In the nineteenth century, however, Catholic thinkers persisted in the search for new ways of conceptualizing the Church’s aspirations for influence in the world. The result was a great deal of new thinking, involving radical reformulation of the Church’s place in increasingly secular, increasingly plural societies. Leo XIII came to the papacy in 1878 with prestige immensely advanced by his predecessor’s defiance of the world. Pius IX would neither submit to force nor defer to change. He had condemned almost every social and political innovation of his day. In retreat from the armies of the secular Italian state he made a virtual bunker of the Vatican. For his admirers and for many uncommitted onlookers, his intransigence resembled a godly vocation unprofaned by compromise. His fellow bishops rewarded him by proclaiming papal infallibility. Leo inherited this unique advantage and exploited it to manoeuvre into a position from which he could work with governments to minimize damage from the dangers Pius had condemned. Leo wanted, he said, ‘to carry through a great p
olicy’ – in effect, updating apostleship in what came to be called Aggiornamento. He triumphed in spite of himself: he promoted modernization without understanding it or even liking it very much. He seems, however, to have realized that the vast Catholic laity was the Church’s most valuable ally in an increasingly democratic age. He disliked republicanism, but made the clergy co-operate with it. He could not deny the validity of slavery in past centuries when the Church had allowed it, but he proscribed it for the future. He feared the power of trade unions, but he authorized them and encouraged Catholics to found their own. He could not abjure property – the Church had too much of it for that – but he could remind socialists that Christians, too, were called to social responsibility. He would not endorse socialism, but he did condemn naked individualism. Leo’s was a church of practical charity without moral cowardice. After his death, the political fashion changed in Rome, and there were always clergy who sensed that they could not control change and so tried to frustrate it. Some of them, in the twentieth century, were willing to collaborate with repression and authoritarianism on the political right. Aggiornamento, however, was inextinguishable.

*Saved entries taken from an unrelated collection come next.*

#include "random/stream.h"

#include <cmath>

#include "core/elementary.h"

namespace stillfield {

RandomStream::RandomStream(PhiloxKey key, Purpose purpose, std::uint32_t sweep, std::uint32_t lane)
    : key_(key), counter_{0, lane, sweep, counter_word3(purpose, 7, 0)} {}

std::uint32_t RandomStream::word() {
  if (used_ == 4) {
    block_ = philox4x32(counter_, key_);
    ++counter_[0];
    used_ = 0;
  }
  return block_[static_cast<std::size_t>(used_++)];
}

double RandomStream::uniform() {
  const std::uint64_t high = word();
  return open_uniform(high << 32 | word());
}

double RandomStream::normal() {
  for (;;) {
    const double u = 2.0 * uniform() - 1.0;
    const double v = 2.0 * uniform() - 1.0;
    const double s = u * u + v * v;
    if (s > 0.0 && s < 1.0) return u * std::sqrt(-2.0 * exact_log(s) / s);
  }
}

double RandomStream::gamma(double shape) {
  if (shape < 1.0) {
    const double boosted = gamma(shape + 1.0);
    return boosted * exact_exp(exact_log(uniform()) / shape);
  }
  const double d = shape - 1.0 / 3.0;
  const double c = 1.0 / std::sqrt(9.0 * d);
  for (;;) {
    const double x = normal();
    double v = 1.0 + c * x;
    if (v <= 0.0) continue;
    v = v * v * v;
    if (exact_log(uniform()) < 0.5 * x * x + d - d * v + d * exact_log(v)) return d * v;
  }
}

std::int64_t RandomStream::poisson(double mean) {
  std::int64_t count = 0;
  // The m-th arrival of a unit-rate process is Gamma(m): if it comes after `mean`, the earlier
  // m - 1 arrivals are uniform before it, and each falls before `mean` with the same chance.
  while (mean > 30.0) {
    const auto m = static_cast<std::int64_t>(mean * 7.0 / 8.0);
    const double arrival = gamma(static_cast<double>(m));
    if (arrival > mean) {
      const double p = mean / arrival;
      for (std::int64_t i = 1; i < m; ++i) count += uniform() < p ? 1 : 0;
      return count;
    }
    count += m;
    mean -= arrival;
  }
  for (double t = -exact_log(uniform()); t < mean; t -= exact_log(uniform())) ++count;
  return count;
}

}  // namespace stillfield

The tradition Leo launched prevailed in the long run. The Church has gone on adjusting to worldly changes, and adhering to eternal verities.53
As usual in the history of the Church, Catholic thinkers outpaced the pope, christianizing socialism and producing, along with Protestant advocates of the so-called social gospel, a politically unsettling Christian social doctrine. They challenged the state to embody justice and follow the God whom the Virgin Mary praised because He ‘hath filled the hungry with good things and the rich He hath sent empty away’. Early Christianity abjured the state. Medieval Christianity erected an alternative church-state. The challenge for modern Christianity in a secularizing age has been to find a way of influencing politics without getting engaged and perhaps corrupted. Potentially, Christians have something to contribute to all the major political tendencies represented in modern industrial democracies. Christianity is conservative, because it preaches absolute morality. It is liberal, in the true sense of the word, because it stresses the supreme value of the individual and affirms the sovereignty of conscience. It is socialist, because it demands service to the community, displays ‘bias to the poor’, and recommends the shared life of the apostles and early Church. It is therefore a possible source of the ‘third way’ eagerly sought nowadays in a world that has rejected communism but finds capitalism uncongenial.